Those who refuse to be co-opted or at least be silent face the Kurdish security services. In October 2006, the KDP’s secret service abducted Austrian-Kurdish journalist Kamal Said Qadir after he wrote articles questioning corruption within the ruling Barzani clan and published documents demonstrating links between Mulla Mustafa Barzani—an important nationalist leader and Masud Barzani’s father—and the Soviet KGB.17 After a fifteen-minute trial, the KDP judge sentenced Kamal to thirty years in prison—a sentence commuted only after a campaign by international NGOs and condemnation from the State Department.18

The Kurdish administrations appear determined to retain tight political control over the press. Iraqi Kurdish law remains based on Iraqi law. Article 433 of the Iraqi Criminal Code—enacted by the Baath Party—equates almost all criticism with criminal defamation. Local journalist unions that have sought to change this artifact have faced Barzani’s ire. On December 20, 2007, Barzani told the Kurdistan parliament to reconsider legislation that would overturn the Baath-era press law and legalize criticism of his government.19

Nor are NGOs an independent check. Most Kurdish NGOs operate under the patronage of the Kurdish political leadership. Kurdistan Save the Children, for example, relies upon the patronage of Talabani’s wife and largely operates to further party aims. Foreign aid workers say that both the KDP and the PUK have insisted that they hire party members if they wish to operate in coordination with the local government. When independent

Kurdish employees operating with the U.S. Agency for International Development refused to obey PUK instructions, PUK security officials filed reports about them and alleged security concerns with agency administrators, who promptly fired the independents and hired PUK apparatchiks. With very few exceptions, local human rights organizations—and a government-controlled Ministry of Human Rights—focus on atrocities committed against Kurds by Saddam’s regime, rather than abuses by the current political leadership.

As the distance between the Kurdish leadership and the people they claim to represent grows deeper, antagonism grows. Many Kurds feel helpless. There is no accountability, even when the government makes such arrogant decisions as to provide twenty-four-hour electricity to light up the grave of Ibrahim Ahmad, Talabani’s father-in-law, while cutting electricity to Kurdish refugees. The PUK and the KDP’s decision to run on the same election list in public and divvy up positions in private has effectively disenfranchised the local population. When the Kurdistan Islamic Union—the nonviolent Muslim Brotherhood affiliate—began to make inroads, KDP-sponsored youth mobs set party headquarters on fire in several towns and murdered the party chief in Duhok.20

Even after they arranged to avoid competition, both U.S. diplomats and the Independent Election Commission of Iraq fingered the KDP as committing the most flagrant election fraud in the entire country, using the peshmerga to block voters and party supervisors to stuff ballot boxes. The fraud was pointless, given that without it the party machinery and resources were such to guarantee victory, even if not on the scale of regional dictators like Hosni Mubarak or Bashar al-Assad.

Rationalizing Kurdish Behavior

Iraqi Kurdistan may not be the beacon for democracy that its representatives claim, but realists within the U.S. foreign policy establishment may argue that its practices toward its population are immaterial to U.S. interests, especially given the Kurdistan region’s continued pro-Americanism.

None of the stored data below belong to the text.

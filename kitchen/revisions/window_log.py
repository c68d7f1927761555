"""Reading windows chosen by the engineer, kept in a log beside the data.

The tool proposes a falling-head reading window for every specimen (the longest ending at
the last reading that meets every criterion). Where the engineer judges otherwise — an
early transient the proposal kept, a disturbance late in the test — the window chosen is
a decision of the test's reduction, and is recorded as one: a row of the series' window
log, ``windows.csv`` in the series folder or ``<stem>.windows.csv`` beside an ``.xlsx``
workbook, with the specimen, the first and last reading of the window by their row
numbers in the readings file (the header is row 1, as in the loader's messages), who, when
and why. The last row of a specimen stands; a row with no readings hands the specimen back
to the proposal. Rows are only ever appended, so every choice and its reason stays on
record, and the memo pack lists the windows in force.

Row numbers, not positions, name the readings: they are what the engineer sees in the
file, and a revision of a reading's value never moves them.
"""

from __future__ import annotations

from dataclasses import dataclass
from datetime import datetime
from pathlib import Path

import numpy as np

from kitchen.io import Series

from ._logbook import LogError, append_log_row, file_sha256, log_path, read_log
from .log import reason_who_when
from .recording import fresh_id

__all__ = [
    "WINDOW_LOG_COLUMNS",
    "WindowChoice",
    "WindowLogError",
    "windows_path",
    "read_window_choices",
    "window_log_sha256",
    "choose_window",
    "clear_window",
    "standing_choices",
    "chosen_windows",
]

WINDOW_LOG_COLUMNS = ("id", "when", "who", "specimen", "first_row", "last_row", "reason")
"""Columns of the window log, in order."""


class WindowLogError(LogError):
    """A window that cannot be chosen, or a window log that cannot be read."""

    subject = "the reading windows"


@dataclass(frozen=True)
class WindowChoice:
    """One row of the window log: a specimen's window chosen, or handed back to the tool."""

    id: str
    when: str
    who: str
    specimen: str
    first_row: int | None
    """Row number of the window's first reading in the readings file; None: proposed."""
    last_row: int | None
    """Row number of the window's last reading (included); None: proposed."""
    reason: str
    log_row: int | None = None
    """The row of the log this choice was read from (the header is row 1)."""

    @property
    def proposed(self) -> bool:
        """True when this row hands the specimen back to the tool's proposal."""
        return self.first_row is None

    def describe(self) -> str:
        """The choice in words."""
        if self.proposed:
            return f"{self.specimen}: window proposed by the tool"
        return f"{self.specimen}: readings at file rows {self.first_row} to {self.last_row}"


REASON_NEEDED = (
    "a chosen window needs a reason: say why not the tool's proposal (for example 'early "
    "readings before the specimen was saturated'); nothing was written"
)


def windows_path(series_path: str | Path) -> Path:
    """Where a series' window log lives: ``windows.csv`` in a series folder,
    ``<stem>.windows.csv`` beside an ``.xlsx`` workbook."""
    return log_path(series_path, "windows")


def _check_row(row: dict, number: int):
    """The row as a WindowChoice, or (column, problem)."""
    if not row["specimen"]:
        return "specimen", "empty; expected the specimen id"
    if not row["reason"]:
        return "reason", "every choice of window needs a reason"
    given = [bool(row["first_row"]), bool(row["last_row"])]
    if given[0] != given[1]:
        missing = "last_row" if given[0] else "first_row"
        return missing, "empty; give both rows, or neither to hand back to the proposal"
    rows = [None, None]
    if all(given):
        texts = (row["first_row"], row["last_row"])
        good = [t.isdigit() and int(t) >= 2 for t in texts]
        if not all(good):
            bad = "first_row" if not good[0] else "last_row"
            return bad, f"expected a file row number (2 or more), found {row[bad]!r}"
        rows = [int(t) for t in texts]
        if rows[1] <= rows[0]:
            return "last_row", f"row {rows[1]} is not after the first row {rows[0]}"
    return WindowChoice(
        id=row["id"],
        when=row["when"],
        who=row["who"],
        specimen=row["specimen"],
        first_row=rows[0],
        last_row=rows[1],
        reason=row["reason"],
        log_row=number,
    )


def read_window_choices(series_path: str | Path) -> tuple[WindowChoice, ...]:
    """Every row of a series' window log, in order (empty when there is none).

    Raises
    ------
    WindowLogError
        Naming the log's row and column of each row that cannot be read.
    """
    return read_log(windows_path(series_path), WINDOW_LOG_COLUMNS, WindowLogError, _check_row)


def window_log_sha256(series_path: str | Path) -> str | None:
    """SHA-256 of the window log as it is on disk; None when there is none."""
    return file_sha256(windows_path(series_path))


def standing_choices(choices) -> dict[str, WindowChoice]:
    """The choice in force for each specimen: its last row in the log."""
    standing: dict[str, WindowChoice] = {}
    for choice in choices:
        standing[choice.specimen] = choice
    return standing


def _positions(series: Series, choice: WindowChoice, label: str) -> tuple[int, int]:
    """The window of a choice as positions (start, stop) in the specimen's readings."""
    table = series.falling_head
    rows = table.loc[table["specimen"] == choice.specimen, "source_row"].to_numpy()
    where = f"{label}, row {choice.log_row}" if choice.log_row else label
    if rows.size == 0:
        raise WindowLogError(
            f"{where}: specimen {choice.specimen!r} has no falling-head readings in {series.name}"
        )
    found = []
    for column, number in (("first_row", choice.first_row), ("last_row", choice.last_row)):
        at = np.flatnonzero(rows == number)
        if at.size == 0:
            raise WindowLogError(
                f"{where}, column '{column}': specimen {choice.specimen} has no reading at "
                f"file row {number} (its readings: rows {rows.min()}-{rows.max()})"
            )
        found.append(int(at[0]))
    start, last = found
    if last - start < 1:
        raise WindowLogError(f"{where}: a window needs at least two readings")
    return start, last + 1


def chosen_windows(series: Series, choices=None) -> dict[str, tuple[int, int]]:
    """The windows in force, as :func:`kitchen.reduction.results.series_results` takes them.

    Parameters
    ----------
    series : Series
        The (effective) series the choices were made on; its ``source`` names the log.
    choices : sequence of WindowChoice, optional
        The log's rows; read from beside the series when not given.

    Returns
    -------
    dict of str to (int, int)
        ``{specimen: (start, stop)}``, positions in each specimen's falling-head readings
        (stop excluded); specimens handed back to the proposal are left out.

    Raises
    ------
    WindowLogError
        When a standing choice names a specimen or a row the readings do not hold.
    """
    if choices is None:
        choices = read_window_choices(series.source)
    label = windows_path(series.source).name
    problems, windows = [], {}
    for specimen, choice in standing_choices(choices).items():
        if choice.proposed:
            continue
        try:
            windows[specimen] = _positions(series, choice, label)
        except WindowLogError as error:
            problems.extend(error.problems)
    if problems:
        raise WindowLogError(problems)
    return windows


def _append(series_path, choice_of, series: Series | None) -> WindowChoice:
    log = windows_path(series_path)

    def checked_choice(existing) -> WindowChoice:
        choice = choice_of(existing)
        if not choice.proposed:
            if series is None:
                raise ValueError(
                    "a chosen window is checked against the series' readings: pass the "
                    "series as opened (kitchen.workspace.Workspace(...).series)"
                )
            try:
                _positions(series, choice, log.name)
            except WindowLogError as error:
                *first, last = error.problems
                raise WindowLogError([*first, f"{last}; nothing was written"]) from None
        return choice

    return append_log_row(
        log,
        WINDOW_LOG_COLUMNS,
        lambda: read_window_choices(series_path),
        checked_choice,
        WindowLogError,
    )


def choose_window(
    series_path: str | Path,
    specimen: str,
    first_row: int,
    last_row: int,
    *,
    reason: str,
    who: str = "",
    when: str | datetime | None = None,
    series: Series,
) -> WindowChoice:
    """Record the reading window chosen for a specimen; the data files are not touched.

    Parameters
    ----------
    series_path : str or pathlib.Path
        Series folder or ``.xlsx`` workbook; the log is appended beside it.
    specimen : str
        Specimen id.
    first_row, last_row : int
        Row numbers, in the falling-head readings file, of the window's first and last
        reading (both included; the header is row 1).
    reason : str
        Why this window and not the tool's proposal. Required.
    who : str, optional
        Who chose it (free text).
    when : str or datetime, optional
        ISO 8601 with a time zone; default now, in the local time zone.
    series : Series
        The series as opened (``kitchen.workspace.Workspace(series_path).series``): the
        rows are checked against its readings before anything is written.

    Returns
    -------
    WindowChoice
        The row appended.

    Raises
    ------
    WindowLogError, ValueError
        A missing reason, rows not of the specimen's readings, fewer than two readings, or
        a log that cannot be read. Nothing is written.
    """
    reason, who, when = reason_who_when(reason, who, when, REASON_NEEDED, WindowLogError)
    specimen = " ".join(str(specimen).split())
    first, last = int(first_row), int(last_row)
    if last <= first:
        raise WindowLogError(f"last row {last} is not after the first row {first}")
    return _append(
        series_path,
        lambda existing: WindowChoice(fresh_id(existing), when, who, specimen, first, last, reason),
        series,
    )


def clear_window(
    series_path: str | Path,
    specimen: str,
    *,
    reason: str,
    who: str = "",
    when: str | datetime | None = None,
) -> WindowChoice:
    """Hand a specimen back to the tool's proposed window, by a new row of the log."""
    reason, who, when = reason_who_when(reason, who, when, REASON_NEEDED, WindowLogError)
    specimen = " ".join(str(specimen).split())
    return _append(
        series_path,
        lambda existing: WindowChoice(fresh_id(existing), when, who, specimen, None, None, reason),
        None,
    )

Such a calculation is shortsighted. Because the U.S. government has subsidized both Kurdish leaders, Kurds generally associate their leaders’ misbehavior with U.S. policy. Murmurs of discontent grow when Kurds attribute the abuses by their leaders to U.S. interests: in 2006, for example, when the U.S. government requested space for offices in Sulaymaniyah, Talabani evicted a technical college without advance notice, let alone due process, angering a broad swath of the population. Kurds also accuse U.S. officials of complicity in torture at what they suspect is a center for rendition at a Saddam-era facility between Tasluja and Paramagrun. While Kurdish officials trumpet their public’s pro-American outlook, such an orientation is fading fast. Anti-Americanism has taken hold within Iraqi Kurdistan. Not recognizing it now and taking measures to correct it will negatively impact U.S. strategic opportunities down the line.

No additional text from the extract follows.